Like Los Angeles' Watts Riot of 1965, the 1992 rioting was sparked by an act of Black citizen police brutality. On March 3, 1991, police officers in Los Angeles, California, stopped a car driven by a 34-year-old African American named Rodney King, who, they said, was speeding. According to the officers, King emerged from his automobile in an aggressive manner that suggested he might have been high on drugs. Before handcuffing King, the police delivered some 56 blows and kicks and a number of shocks from a stun gun to the fallen body of the suspect.
A bystander captured the beating on videotape and within two days the footage was being broadcast on national television. King brought charges of brutality against four of the policemen. The officers, who claimed they acted in self-defense, were tried before a predominantly white jury in a white middle-class suburb of Los Angeles. On April 29, 1992, all four men were acquitted.
Within two and a half hours of the verdict, a crowd of furious protesters gathered at the corner of Florence and Normandie Streets in South Central Los Angeles and through the next day and night rioting exploded across 50 square miles. At the same time, smaller disturbances were erupting in cities such as San Francisco, California; Seattle, Washington; Atlanta, Georgia; and Pittsburgh, Pennsylvania.
President George Bush called in 4,500 United States Army troops to quell the rioting, which ended on Friday, May 1. In three days of turbulence, more than 50 people were killed, almost 400 injured, and about 17,000 arrested. The city incurred an estimated $1 billion worth of damage. Unlike race riots of the 1960s, the 1992 uprising resulted in considerable Black-on-Black violence as well as the looting of many Black-owned shops.
Korean shopkeepers were also prime targets of the rioters' rage, as one minority community attacked another. Writing about the riot in a 1992 essay "Learning to Talk of Race," philosopher Cornel West suggested "what we witnessed in Los Angeles was the consequence of a lethal linkage of economic decline, cultural decay, and political lethargy in American life. Race was the visible catalyst, not the underlying cause."
In a 1992 interview with the journal Covert Action Information Bulletin, labor historian Mike Davis offered a similar opinion, calling the riot "a hybrid social revolt with three major dimensions.
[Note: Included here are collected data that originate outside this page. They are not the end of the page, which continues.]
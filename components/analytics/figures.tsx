import type { SeamTotals } from "@/lib/analytics/lines";
import { type Basis, timedSeconds } from "@/lib/analytics/sums";
import { countOf, finePercentOf, hoursOf } from "@/lib/analytics/words";

/** The sums of the page about the seam: earned on the left, actual on the right. */
export function SeamFigures({ totals, basis }: { totals: SeamTotals; basis: Basis }) {
  const work = totals[basis];
  return (
    <div className="desk-figures seam-figures">
      <div>
        <p className="desk-aside seam-aside">
          <b>{countOf(work.pieces)}</b>
          <br />
          {basis === "matched" ? "pieces through" : "pieces counted"}
        </p>
        <p className="desk-aside seam-aside">
          <b>{hoursOf(totals.attendanceSeconds)}</b>
          <br />
          hours attended
          <br />
          of it {hoursOf(totals.indirectSeconds)} indirect
        </p>
        <p className="desk-figure text-standard-ink">
          <span>
            earned
            <br /> hours
          </span>
          <b>{hoursOf(work.earnedSeconds)}</b>
        </p>
      </div>
      <div>
        <p className="desk-figure text-actual">
          <b>{hoursOf(timedSeconds(work))}</b>
          <span>
            actual
            <br /> hours
          </span>
        </p>
        <Ratio name="efficiency" of="earned ÷ actual" value={totals.efficiency} />
        <Ratio name="utilization" of="direct ÷ attended" value={totals.utilization} />
        <Ratio name="productivity" of="earned ÷ attended" value={totals.productivity} />
      </div>
    </div>
  );
}

function Ratio({ name, of, value }: { name: string; of: string; value: number | null }) {
  return (
    <p className="desk-aside seam-aside">
      <b>{finePercentOf(value)}</b>
      <br />
      {name}
      <br />
      <span className="text-ink-2">{of}</span>
    </p>
  );
}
It was a revolutionary democratic protest characteristic of African American history when the major institutions have thwarted demands for equal rights. It was also a major postmodern bread riot—an uprising of not just poor people but particularly of those strata of poor in southern California who've been most savagely affected by the recession [of the early 1990s]. Thirdly it was an inter-ethnic conflict—particularly the systematic destroying and uprooting of Korean stores in the Black community."
The 1992 riot represented a rude awakening for many Americans, who had assumed that after two relatively quiet decades, the days of large-scale urban race riots were a thing of the past.